I have a LowEndSpirit VPS and I would like to use it as VPN. I used this script: https://github.com/Nyr/openvpn-install and it worked on all of my other VPS, but it seems that there is a problem with the NAT IPv4. I would like to use the VPN because in Germany it's not possible to watch all YouTube videos for example Vevochannels. If I check the geolocation it says I'm from Netherlands, but I can't watch YouTube the videos, because it says it's not possible to watch them from Germany. I've already tried different browser and of course I've cleared all cookies and I've deleted the cache too. At the LowEndSpirit forums I created a thread too: http://forum.lowendspirit.com/viewtopic.php?pid=1022

Does anyone have an idea?

Thanks in advance!


----------



## acd (Jun 23, 2013)

Use an ip check thing like ifconfig.me or ipaddr.re to make sure your IP is being NATted to the IP you expect. Then check your DNS settings are set to those at the VPS endpoint after you connect to openvpn.


----------



## trexos (Jun 23, 2013)

All these sites say that my IP is the NATted IP. I can surf over it, the only problem is YouTube knows somehow that I'm from Germany 

What do you mean with the DNS settings sentence? I don't know what to do.


----------



## acd (Jun 23, 2013)

From windows, if you type ipconfig /ALL in a cmd prompt. Under your VPN adaptor (mine is TAP-Win32 Adapter V9), it will say DNS Servers. These should either be some anycast DNS like Google DNS, or they should be the DNS servers your VPS provider offers. They should not be the DNS servers used by your ISP and they should not be unset.


----------



## trexos (Jun 24, 2013)

I checked it with the network center in windows and indeed, the DNS was set to "automatical". I've set it now to 8.8.8.8 and 8.8.4.4, but it whoer.net says DNS:

74.125.18.214

Germany

When I use a Geolocation tool it says:

*IP-Adresse:*

 

74.125.18.214

*Provider:*

 

Google

*Organisation:*

 

Google Translate

*Region:*

 

Berlin (DE)






I'm a bit confused, but the problem is I can't watch Vevochannels from Germany 

btw: Sometimes I have an UK DNS IP adress too, but it doesn't change anything. Here is a screen: http://i.imagebanana.com/img/9igttpk3/20130622_191402.png


----------



## acd (Jun 24, 2013)

Consider getting a VPS inside the US. It doesn't look like it's solvable from your current VPS provider.


----------



## johnlth93 (Jun 24, 2013)

Can Netherlands watch these particular videos you mentioned?

-Edit-

read your post on LES forum, seem that you resolve youtube via ipv6

why don't you disable ipv6 of your internet adapter

by that you should be able to resolve youtube via ipv4 (vpn in this case)


----------



## happel (Jun 24, 2013)

Has nothing to do with you being in Germany, I'm in the Netherlands and youtube is in German for me when I'm connected via my lowendspirit vpn. I guess youtube needs to update their geolocation information.


----------



## earl (Jun 24, 2013)

I don't think you need to use VPN just to watch youtube.. follow this guide and see if it works..

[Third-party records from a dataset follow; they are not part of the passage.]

//! The table as Apache Parquet, compressed with Snappy, its units in the file's key-value metadata.

use std::io;
use std::sync::Arc;

use parquet::basic::Compression;
use parquet::data_type::{BoolType, ByteArray, ByteArrayType, DataType, DoubleType, Int64Type};
use parquet::file::metadata::KeyValue;
use parquet::file::properties::WriterProperties;
use parquet::file::reader::{FileReader, SerializedFileReader};
use parquet::file::writer::{SerializedColumnWriter, SerializedFileWriter};
use parquet::record::Field;
use parquet::schema::parser::parse_message_type;

use super::Row;
use super::row::{COLUMNS, Cell, Holds};

/// Rows in a row group: what a reader must hold at a time.
const GROUP: usize = 1 << 17;

fn schema() -> String {
    let fields: Vec<String> = COLUMNS
        .iter()
        .map(|c| match c.holds {
            Holds::Text => format!("optional binary {} (UTF8);", c.name),
            Holds::Count => format!("optional int64 {};", c.name),
            Holds::Real => format!("optional double {};", c.name),
            Holds::Flag => format!("optional boolean {};", c.name),
        })
        .collect();
    format!("message survey {{ {} }}", fields.join(" "))
}

/// Unit and meaning of every column, as JSON.
fn columns() -> String {
    let of = |c: &super::Column| {
        let about = serde_json::json!({ "unit": c.unit, "meaning": c.meaning });
        (c.name.to_owned(), about)
    };
    serde_json::Value::Object(COLUMNS.iter().map(of).collect()).to_string()
}

pub(super) fn write_parquet(rows: &[Row]) -> io::Result<Vec<u8>> {
    let metadata = vec![
        KeyValue::new("bismar.schema".to_owned(), "bismar/survey/1".to_owned()),
        KeyValue::new("bismar.columns".to_owned(), columns()),
    ];
    let properties = WriterProperties::builder()
        .set_compression(Compression::SNAPPY)
        .set_key_value_metadata(Some(metadata))
        .set_created_by(super::weigh::PROGRAM.to_owned())
        .build();
    let schema = Arc::new(parse_message_type(&schema())?);
    let mut out = Vec::new();
    let mut file = SerializedFileWriter::new(&mut out, schema, Arc::new(properties))?;
    for group in rows.chunks(GROUP) {
        let mut columns: Vec<Vec<Cell>> = vec![Vec::with_capacity(group.len()); COLUMNS.len()];
        for row in group {
            for (column, cell) in columns.iter_mut().zip(row.cells()) {
                column.push(cell);
            }
        }
        let mut to = file.next_row_group()?;
        for cells in columns {
            // A column a leaf of the schema: as many as are given here.
            let Some(mut column) = to.next_column()? else {
                break;
            };
            write_column(&mut column, cells)?;
            column.close()?;
        }
        to.close()?;
    }
    file.close()?;
    Ok(out)
}

/// All cells of a column are of one kind, that of the column.
fn write_column(to: &mut SerializedColumnWriter<'_>, cells: Vec<Cell>) -> io::Result<()> {
    macro_rules! of {
        ($kind:ident, $type:ty, $value:expr) => {{
            let cells = cells.into_iter().map(|c| match c {
                Cell::$kind(x) => x.map($value),
                _ => None,
            });
            write::<$type>(to, cells)
        }};
    }
    match cells.first() {
        Some(Cell::Text(_)) => of!(Text, ByteArrayType, |x| ByteArray::from(x.into_bytes())),
        // Counts of what lies in memory or in a file are below 2⁶³.
        Some(Cell::Count(_)) => of!(Count, Int64Type, |x| x as i64),
        Some(Cell::Real(_)) => of!(Real, DoubleType, |x| x),
        Some(Cell::Flag(_)) => of!(Flag, BoolType, |x| x),
        None => Ok(()),
    }
}

fn write<T: DataType>(
    to: &mut SerializedColumnWriter<'_>,
    cells: impl Iterator<Item = Option<T::T>>,
) -> io::Result<()> {
    let mut values = Vec::new();
    let mut there = Vec::new();
    for cell in cells {
        there.push(i16::from(cell.is_some()));
        values.extend(cell);
    }
    to.typed::<T>().write_batch(&values, Some(&there), None)?;
    Ok(())
}

pub(super) fn read_parquet(bytes: &[u8]) -> Result<Vec<Row>, String> {
    // The reader wants bytes that it may share.
    let bytes = bytes::Bytes::copy_from_slice(bytes);
    let file = SerializedFileReader::new(bytes).map_err(|e| e.to_string())?;
    let mut out = Vec::new();
    for record in file.get_row_iter(None).map_err(|e| e.to_string())? {
        let record = record.map_err(|e| e.to_string())?;
        let mut row = Row::default();
        for (name, field) in record.get_column_iter() {
            let cell = match field {
                Field::Null => continue,
                Field::Str(x) => Cell::Text(Some(x.clone())),
                Field::Long(x) => Cell::Count(Some(u64::try_from(*x).map_err(|e| e.to_string())?)),
                Field::Double(x) => Cell::Real(Some(*x)),
                Field::Bool(x) => Cell::Flag(Some(*x)),
                _ => return Err(format!("\"{name}\" holds something else")),
            };
            row.set(name, cell)?;
        }
        out.push(row);
    }
    Ok(out)
}
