//! Which files a survey is of.

use std::collections::HashSet;
use std::ffi::OsStr;
use std::path::{Component, Path, PathBuf};

use globset::{GlobBuilder, GlobMatcher};

use crate::error::{Error, Kind, Result};
use crate::format::Family;

/// The files that `wheres` name, each once, in order: folders with all below them and globs sorted
/// by path, taking files whose extension is a mesh's; a file that is named is taken whatever it is
/// called. A folder that cannot be read comes with its error.
///
/// # Errors
/// `usage` for a pattern that is no glob.
pub fn files(wheres: &[PathBuf]) -> Result<Vec<(PathBuf, Option<Error>)>> {
    let mut out = Vec::new();
    let mut seen = HashSet::new();
    for place in wheres {
        let mut found = Vec::new();
        if place.is_dir() {
            walk(place, &mut found, &|_| true);
        } else if let Some((base, glob)) = pattern(place)? {
            walk(&base, &mut found, &|path| glob.is_match(path));
        } else {
            found.push((place.clone(), None));
        }
        found.sort_by(|a, b| a.0.cmp(&b.0));
        out.extend(found.into_iter().filter(|f| seen.insert(f.0.clone())));
    }
    Ok(out)
}

/// The folder that a glob begins in, and the glob; `None` for a name that is none, or that exists.
fn pattern(place: &Path) -> Result<Option<(PathBuf, GlobMatcher)>> {
    let is_magic = |s: &OsStr| s.as_encoded_bytes().iter().any(|b| b"*?[{".contains(b));
    let Some(text) = place.to_str().filter(|_| !place.exists()) else {
        return Ok(None);
    };
    let before = |c: &Component<'_>| !is_magic(c.as_os_str());
    let base: PathBuf = place.components().take_while(before).collect();
    if base.components().count() == place.components().count() {
        return Ok(None);
    }
    let glob = GlobBuilder::new(text.strip_prefix("./").unwrap_or(text))
        .literal_separator(true)
        .build()
        .map_err(|e| {
            Error::new(
                Kind::Usage,
                format!("`{text}` is no glob: {}", e.kind()),
                "use * and ? for characters, ** for folders, [ab] and {a,b} for a choice",
            )
        })?;
    Ok(Some((base, glob.compile_matcher())))
}

fn walk(folder: &Path, out: &mut Vec<(PathBuf, Option<Error>)>, wanted: &dyn Fn(&Path) -> bool) {
    let here = if folder.as_os_str().is_empty() {
        Path::new(".")
    } else {
        folder
    };
    let entries = match std::fs::read_dir(here) {
        Ok(entries) => entries,
        Err(e) => {
            let error = Error::new(
                Kind::NotFound,
                format!("cannot read the folder: {e}"),
                "check the path and its permissions",
            );
            return out.push((folder.to_path_buf(), Some(error.in_file(folder))));
        }
    };
    for entry in entries.flatten() {
        let path = folder.join(entry.file_name());
        let Ok(kind) = entry.file_type() else {
            continue;
        };
        // A link to a folder may lead back up.
        if kind.is_dir() {
            walk(&path, out, wanted);
        } else if Family::from_path(&path).is_some() && !path.is_dir() && wanted(&path) {
            out.push((path, None));
        }
    }
}
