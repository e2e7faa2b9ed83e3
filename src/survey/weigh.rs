//! One file: read, audited, weighed, as rows.

use std::collections::BTreeMap;
use std::path::Path;

use sha2::{Digest, Sha256};

use super::{Options, Row};
use crate::error::{Error, Result};
use crate::format::{self, Bytes};
use crate::masses::Figures;
use crate::mesh::{Body, Mesh};
use crate::soundness::{self, Finding, Severity};

/// Program and version, as rows carry them.
pub(super) const PROGRAM: &str = concat!(env!("CARGO_PKG_NAME"), " ", env!("CARGO_PKG_VERSION"));

/// SHA-256 in hexadecimal.
pub(super) fn digest(bytes: &[u8]) -> String {
    Sha256::digest(bytes)
        .iter()
        .map(|b| format!("{b:02x}"))
        .collect()
}

/// What all rows of a file share.
pub(super) fn row_of_file(path: &Path) -> Row {
    Row {
        path: Some(path.to_string_lossy().into_owned()),
        path_hex: path.to_str().is_none().then(|| {
            let bytes = path.as_os_str().as_encoded_bytes();
            bytes.iter().map(|b| format!("{b:02x}")).collect()
        }),
        program: Some(PROGRAM.to_owned()),
        ..Row::default()
    }
}

/// The row of a file that could not be read.
pub(super) fn failed(mut row: Row, error: &Error) -> Row {
    row.bodies = Some(0);
    row.error_kind = Some(error.kind.to_string());
    row.error = Some(error.message.clone());
    row.error_advice = Some(error.advice.clone());
    row.error_line = error.line;
    row.error_byte = error.byte;
    row
}

/// The rows of a file whose bytes are here: one a body, or one that says why there is none. Masses
/// are not in them.
pub(super) fn rows(bytes: Bytes, base: Row, path: &Path, options: &Options) -> Vec<Row> {
    match bodies(bytes, &base, path, options) {
        Ok(rows) => rows,
        Err(e) => vec![failed(base, &e)],
    }
}

/// Reads and welds a file as all commands do.
pub(super) fn mesh(bytes: Bytes, path: &Path, options: &Options) -> Result<(Mesh, f64, bool)> {
    let soup = format::read(bytes, path, None)?;
    let stated = options.unit.or(soup.unit);
    let stem = path
        .file_stem()
        .map_or("body".into(), |s| s.to_string_lossy());
    let metres = stated.unwrap_or_default().metres();
    Ok((Mesh::new(soup, &stem)?, metres, stated.is_none()))
}

fn bodies(bytes: Bytes, base: &Row, path: &Path, options: &Options) -> Result<Vec<Row>> {
    let kind = format::detect(&bytes, path, None)?;
    let (mesh, metres, assumed) = mesh(bytes, path, options)?;
    let mut audit = soundness::audit(&mesh, metres, 1, options.depth());
    let unit = options.unit.or(mesh.soup.unit).unwrap_or_default();
    audit
        .file
        .extend(soundness::unit_suspect(&mesh, unit, assumed, None));
    let file_sound = !audit.file.iter().any(Finding::is_unsound);
    let all = mesh.bodies();
    let base = Row {
        format: Some(kind.name().to_owned()),
        unit: Some(unit.symbol().to_owned()),
        unit_assumed: Some(assumed),
        bodies: Some(all.len() as u64),
        file_findings: told(&audit.file),
        overlap_tested: Some(options.overlap),
        ..base.clone()
    };
    if all.is_empty() {
        return Ok(vec![Row {
            triangles: Some(mesh.soup.triangles.count() as u64),
            sound: Some(false),
            ..base
        }]);
    }
    let rows = all.iter().zip(&audit.bodies);
    Ok(rows
        .map(|(body, findings)| row(&mesh, body, findings, &base, metres, file_sound))
        .collect())
}

fn row(
    mesh: &Mesh,
    body: &Body,
    findings: &[Finding],
    base: &Row,
    metres: f64,
    file_sound: bool,
) -> Row {
    let solid = mesh.solid(body, None);
    let figures = match &solid {
        Ok(solid) => Figures::of(solid, &body.bounds, metres, None, None),
        Err(_) => Figures {
            area_m2: Some(mesh.area(body) * metres * metres).filter(|a| a.is_finite()),
            ..Figures::unknown(Some(body.bounds.map(|p| p.map(|x| x * metres))))
        },
    };
    let unsound = findings.iter().any(Finding::is_unsound);
    let doubts = findings.iter().filter(|f| f.severity == Severity::Doubts);
    let doubts: Vec<f64> = doubts.filter_map(|f| f.volume_effect_m3).collect();
    let [cx, cy, cz] = of(figures.centroid_m);
    let corners = figures.bounds_m.unwrap_or([[f64::NAN; 3]; 2]);
    let [low, high] = corners.map(|p| p.map(finite));
    let tensor = figures.volume_inertia_m5;
    let t = |i: usize, j: usize| tensor.map(|t| t[i][j]);
    let [p1, p2, p3] = of(figures.principal_volume_moments_m5);
    Row {
        body: Some(body.id.clone()),
        name: body.name.clone(),
        triangles: Some(body.triangles as u64),
        shells: Some(body.shell_count() as u64),
        voids: Some(body.void_count() as u64),
        closed: Some(body.closed),
        sound: Some(body.closed && solid.is_ok() && !unsound && file_sound),
        turned: Some(body.turned),
        findings: told(findings),
        refused: solid.as_ref().err().map(|r| r.kind.to_owned()),
        volume_m3: figures.volume_m3,
        volume_doubt_m3: (!doubts.is_empty()).then(|| doubts.iter().map(|x| x.abs()).sum()),
        area_m2: figures.area_m2,
        condition: figures.condition.and_then(finite),
        centroid_x_m: cx,
        centroid_y_m: cy,
        centroid_z_m: cz,
        bounds_low_x_m: low[0],
        bounds_low_y_m: low[1],
        bounds_low_z_m: low[2],
        bounds_high_x_m: high[0],
        bounds_high_y_m: high[1],
        bounds_high_z_m: high[2],
        inertia_xx_m5: t(0, 0),
        inertia_yy_m5: t(1, 1),
        inertia_zz_m5: t(2, 2),
        inertia_xy_m5: t(0, 1),
        inertia_xz_m5: t(0, 2),
        inertia_yz_m5: t(1, 2),
        principal_1_m5: p1,
        principal_2_m5: p2,
        principal_3_m5: p3,
        ..base.clone()
    }
}

fn finite(x: f64) -> Option<f64> {
    Some(x).filter(|x| x.is_finite())
}

fn of(p: Option<[f64; 3]>) -> [Option<f64>; 3] {
    p.map_or([None; 3], |p| p.map(finite))
}

/// Kinds with their counts, in the order of kinds; `None` for nothing found.
fn told(findings: &[Finding]) -> Option<String> {
    let mut counts = BTreeMap::new();
    for f in findings {
        *counts.entry(f.kind).or_insert(0u64) += f.count;
    }
    let words: Vec<String> = counts
        .iter()
        .map(|(kind, n)| format!("{} {n}", kind.name()))
        .collect();
    (!words.is_empty()).then(|| words.join(", "))
}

http://blog.ashurex.com/2012/03/15/creating-ssh-proxy-tunnel-putty/

Tunneling with putty would save you a lot of memory since you don't need to install anything on your VPS


----------



## mikho (Jun 24, 2013)

johnlth93 said:


> Can Netherlands watch these particular videos you mentioned?
> 
> 
> -Edit-
> ...


In that thread it was tried to disable ipv6.


I sen him here in hopes that a "master of vpn" should be able to help. But it looks like youtube thinks that the IP is in Germany. Or they they marked it as a proxy ip and uses something to find the real IP of the user.


----------



## johnlth93 (Jun 25, 2013)

mikho said:


> In that thread it was tried to disable ipv6.
> 
> 
> I sen him here in hopes that a "master of vpn" should be able to help. But it looks like youtube thinks that the IP is in Germany. Or they they marked it as a proxy ip and uses something to find the real IP of the user.


I see, i din't really read the whole thread @ LES (just scroll through  )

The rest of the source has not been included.